The difference is bit 1, the direction bit, supported by many instructions.

Internally, the 8086 has 5-bit registers that specify the source and
destination, typically a register. [1] The source and destination register get
their value either from the register specification in the instruction (bits
5-3 or bits 0-2), or values in the microcode.

The clever part is the outputs of the source and destination registers go
through multiplexers that can swap them. If the instruction has a direction
bit, and the direction bit is set, then accesses to the source and destination
registers are swapped.

The point of this is that the microcode doesn't know anything about direction
swapping, so it is implemented "for free" as far as microcode size (but with
the addition of the swapping circuit).

The 8086 has a "Group PLA" that categorizes instructions into groups; one of
these groups is "instructions that have a direction bit". This prevents
direction swapping from happening for instructions where it is not supported.

I hope this explanation makes sense; it should probably be a blog post :-)

[1] You might wonder why source and destination are specified with 5 bits when
the instructions use 3 bits to specify the register.

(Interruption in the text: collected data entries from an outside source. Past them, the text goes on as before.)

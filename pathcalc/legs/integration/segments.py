"""A stretch of one family of curves between two states, cut at phase boundaries and integrated piece by piece."""

from __future__ import annotations

from dataclasses import dataclass, replace
from functools import lru_cache
from typing import Literal

import numpy as np
from numpy.typing import NDArray

from pathcalc.equations.contract import Array, Model
from pathcalc.equilibrium.flash import flash
from pathcalc.equilibrium.points import Points
from pathcalc.equilibrium.saturation import saturation_at_p, saturation_at_T
from pathcalc.legs.integration.differentials import QUANTITIES, differentials
from pathcalc.legs.integration.families import Ends, Family, HeatedWithDrop, Isochore, Isotherm, Lanes, Polytrope
from pathcalc.legs.integration.kinks import kinks_on
from pathcalc.legs.integration.polytropic_efficiency import end_mismatch
from pathcalc.legs.integration.quadrature import Quadrature, integrate
from pathcalc.legs.integration.saturation_line import Cuts, SaturationLine, Side, sorted_cuts
from pathcalc.legs.integration.two_phase import level_piece, sloping_piece

COUNT = len(QUANTITIES)


@dataclass(frozen=True)
class Piece:
    """One piece of a segment in the lanes that have it: its curve, its ends, where it lies, its integrals.

    ``lanes`` are lanes of the leg, ``local`` the same lanes as the segment's family counts them.
    """

    family: Family
    lanes: Lanes
    local: Lanes
    own: bool
    ends: Ends
    in_dome: bool
    integrals: Quadrature


@dataclass(frozen=True)
class Segment:
    """From ``a`` to ``b`` along ``family`` in some lanes of the leg (all of them where ``lanes`` is None).

    ``own`` is False where the fluid's true way is not known (an irreversible leg) and the segment is part of an
    equivalent reversible way between the same states. ``region`` says that the whole segment is known to lie in
    one phase or in the dome; else it is cut where it meets the boundary.
    """

    family: Family
    a: Points
    b: Points
    own: bool = True
    lanes: Lanes | None = None
    region: Literal["unknown", "one-phase", "dome"] = "unknown"


@dataclass(frozen=True)
class Integrals:
    """Sums over the pieces of a leg, arrays (7, n) in the order of QUANTITIES, and the pieces themselves."""

    value: Array
    error: Array
    magnitude: Array
    converged: NDArray[np.bool_]
    pieces: tuple[Piece, ...]

    def __getitem__(self, name: str) -> Array:
        """One integral by its name, (n,)."""
        row: Array = self.value[QUANTITIES.index(name)]
        return row


class BoundaryOf:
    """The saturation line of a model, worked out on first use."""

    def __init__(self, model: Model) -> None:
        self._model = model
        self._line: SaturationLine | None = None

    def line(self) -> SaturationLine:
        """The table; computed once."""
        if self._line is None:
            self._line = _line_of(self._model)
        return self._line


@lru_cache(maxsize=16)
def _line_of(model: Model) -> SaturationLine:
    return SaturationLine(model)


def integrate_segments(model: Model, boundary: BoundaryOf, segments: list[Segment], lanes: int) -> Integrals:
    """Route 1 over the segments of a leg: every segment cut at the dome, every piece by quadrature."""
    pieces: list[Piece] = []
    for segment in segments:
        pieces.extend(_pieces(model, boundary, segment))
    shape = (COUNT, lanes)
    value, error, magnitude = np.zeros(shape), np.zeros(shape), np.zeros(shape)
    converged = np.ones(lanes, dtype=bool)
    for piece in pieces:
        value[:, piece.lanes] += piece.integrals.value
        error[:, piece.lanes] += piece.integrals.error
        magnitude[:, piece.lanes] += piece.integrals.magnitude
        converged[piece.lanes] &= piece.integrals.converged
    return Integrals(value, error, magnitude, converged, tuple(pieces))


def _ends_of(segment: Segment) -> Ends:
    return Ends(segment.a.T, segment.a.v, segment.b.T, segment.b.v)


def _pieces(model: Model, boundary: BoundaryOf, segment: Segment) -> list[Piece]:
    ends = _ends_of(segment)
    lanes = np.arange(ends.T_a.size, dtype=np.intp)
    at_risk = _may_meet_dome(model, segment)
    if segment.region != "unknown" or not at_risk.any():
        return [_piece(model, segment, ends, lanes, segment.region == "dome")]
    cuts = _level_cuts(model, segment) if segment.family.level_in_dome else _cuts(boundary, segment, ends)
    inside = _starts_inside(model, segment, ends, cuts, at_risk)
    ends = _without_contradictions(segment, ends, cuts, inside)
    pieces: list[Piece] = []
    for j in range(int(cuts.count.max(initial=0)) + 1):
        here = lanes[cuts.count >= j]
        part = _part(ends, cuts, j, here)
        in_dome = inside[here] ^ (j % 2 == 1)
        for dome in (False, True):
            chosen = np.flatnonzero(in_dome == dome)
            if chosen.size:
                pieces.append(_piece(model, segment, part.take(chosen), here[chosen], dome))
    return pieces


_WARM = 1.25
"""Up to this multiple of the critical temperature a lane is looked at where the temperature may dip on the way."""


def _may_meet_dome(model: Model, segment: Segment) -> NDArray[np.bool_]:
    """Lanes of which at least a part may lie below the critical temperature."""
    if not model.has_dome:
        return np.zeros(segment.a.T.shape, dtype=bool)
    steady = not isinstance(segment.family, Polytrope | HeatedWithDrop) or segment.family.level_in_dome
    return np.minimum(segment.a.T, segment.b.T) < model.T_c * (1.0 if steady else _WARM)


def _progress(segment: Segment, side: Side, lane: Lanes) -> Array:
    a, b, here = _coordinates(segment, side)
    with np.errstate(divide="ignore", invalid="ignore"):
        along: Array = (here - a[lane]) / (b[lane] - a[lane])
    return along


def _cuts(boundary: BoundaryOf, segment: Segment, ends: Ends) -> Cuts:
    def progress(side: Side, lane: Lanes) -> Array:
        return _progress(segment, side, lane)

    family = segment.family
    return boundary.line().cuts(ends.T_a.size, family.mismatch, progress, family.dome_volume, _parity(segment))


def _level_cuts(model: Model, segment: Segment) -> Cuts:
    """Isotherms and isobars meet the boundary at one saturation state, both sides of it."""
    a = segment.a
    by_T = isinstance(segment.family, Isotherm)
    sat = saturation_at_T(model, a.T) if by_T else saturation_at_p(model, a.p)
    lanes = np.flatnonzero(sat.reason == 0).astype(np.intp)
    found = []
    for vapour in (False, True):
        v = sat.v_vapour if vapour else sat.v_liquid
        none = np.full(lanes.size, np.nan)
        side = Side(sat.T[lanes], sat.p[lanes], v[lanes], none, none, none, sat.dp_dT[lanes])
        along = _progress(segment, side, lanes)
        keep = np.isfinite(along)
        found.append((lanes[keep], along[keep], Side(*(x[keep] for x in side)), vapour))
    return sorted_cuts(a.T.size, found, _parity(segment))


def _coordinates(segment: Segment, side: Side) -> tuple[Array, Array, Array]:
    if segment.family.coordinate == "T":
        return segment.a.T, segment.b.T, side.T
    if segment.family.coordinate == "p":
        return segment.a.p, segment.b.p, side.p
    return np.log(segment.a.v), np.log(segment.b.v), np.log(side.v)


def _starts_inside(
    model: Model, segment: Segment, ends: Ends, cuts: Cuts, at_risk: NDArray[np.bool_]
) -> NDArray[np.bool_]:
    """Whether the first piece of each lane lies in the dome."""

    inside_a, outside_a = _sure(segment.a)
    inside_b, outside_b = _sure(segment.b)
    odd = cuts.count % 2 == 1
    unknown = ~inside_a & ~outside_a
    from_b = unknown & (inside_b | outside_b)
    inside = np.where(from_b, inside_b ^ odd, inside_a)
    unknown &= ~from_b & at_risk
    if unknown.any():
        lanes = np.flatnonzero(unknown).astype(np.intp)
        first = _part(ends, cuts, 0, lanes)
        middle = flash(model, segment.family.middle(model, first, lanes))
        inside[lanes] = ~np.isnan(middle.x)
    result: NDArray[np.bool_] = inside & at_risk
    return result


def _sure(points: Points) -> tuple[NDArray[np.bool_], NDArray[np.bool_]]:
    """Which lanes lie inside the dome, and which outside: neither, where the state is saturated."""
    return (points.x > 0.0) & (points.x < 1.0), np.isnan(points.x)


def _parity(segment: Segment) -> NDArray[np.int8]:
    """Whether the number of cuts is odd (1), even (0), or not known beforehand (-1)."""
    (inside_a, outside_a), (inside_b, outside_b) = _sure(segment.a), _sure(segment.b)
    known = (inside_a | outside_a) & (inside_b | outside_b)
    return np.where(known, (inside_a != inside_b).astype(np.int8), np.int8(-1)).astype(np.int8)


def _without_contradictions(segment: Segment, ends: Ends, cuts: Cuts, inside: NDArray[np.bool_]) -> Ends:
    """NaN ends in lanes whose cuts do not lead from the phase of the start to that of the end.

    Then a cut lies where there is no saturation (below the triple point): the path leaves the range in between.
    """
    inside_a, outside_a = _sure(segment.a)
    inside_b, outside_b = _sure(segment.b)
    ends_inside = inside ^ (cuts.count % 2 == 1)
    wrong = (inside_a & ~inside) | (outside_a & inside) | (inside_b & ~ends_inside) | (outside_b & ends_inside)
    if not wrong.any():
        return ends
    return ends._replace(T_b=np.where(wrong, np.nan, ends.T_b), v_b=np.where(wrong, np.nan, ends.v_b))


def _part(ends: Ends, cuts: Cuts, j: int, lanes: Lanes) -> Ends:
    """The ends of piece ``j`` of the given lanes."""
    T_a, v_a = ends.T_a[lanes], ends.v_a[lanes]
    T_b, v_b = ends.T_b[lanes], ends.v_b[lanes]
    if j > 0:
        T_a, v_a = cuts.T[j - 1, lanes], cuts.v[j - 1, lanes]
    if j < cuts.T.shape[0]:
        more = cuts.count[lanes] > j
        T_b = np.where(more, cuts.T[j, lanes], T_b)
        v_b = np.where(more, cuts.v[j, lanes], v_b)
    return Ends(T_a, v_a, T_b, v_b)


def _floors(model: Model, ends: Ends) -> Array:
    """Below these magnitudes an integral counts as zero: 1e-6 of R, of R T."""
    energy = 1e-6 * model.R * ends.T_a
    entropy = np.full_like(energy, 1e-6 * model.R)
    return np.stack([entropy, energy, energy, energy, energy, energy, entropy])


def _piece(model: Model, segment: Segment, ends: Ends, local: Lanes, in_dome: bool) -> Piece:
    family = segment.family

    def integrand(x: Array, k: NDArray[np.intp]) -> tuple[Array, Array, Array]:
        return differentials(model, family.nodes(model, ends.take(k), x, local[k]))

    if not in_dome:
        breaks = kinks_on(model, family, ends, local)
        total = integrate(integrand, COUNT, local.size, _floors(model, ends), breaks=breaks)
        if not isinstance(family, Isotherm | Isochore):
            total = replace(total, error=total.error + end_mismatch(model, family, ends, local))
    elif family.level_in_dome:
        total = level_piece(model, ends)
    else:
        total = sloping_piece(model, family, ends, local, _floors(model, ends))
    lanes = local if segment.lanes is None else segment.lanes[local]
    return Piece(family, lanes, local, segment.own, ends, in_dome, total)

The first reason is that
many registers can be accessed as half-registers, so you need another bit.
(This bit comes from the byte/word specification bit in instructions.) Second,
this mechanism is used to access the other 8086 registers, not just the
general-purpose registers. Third, there are also invisible temporary registers
that also need accessing. Thus, the internal register specifications are 5
bits.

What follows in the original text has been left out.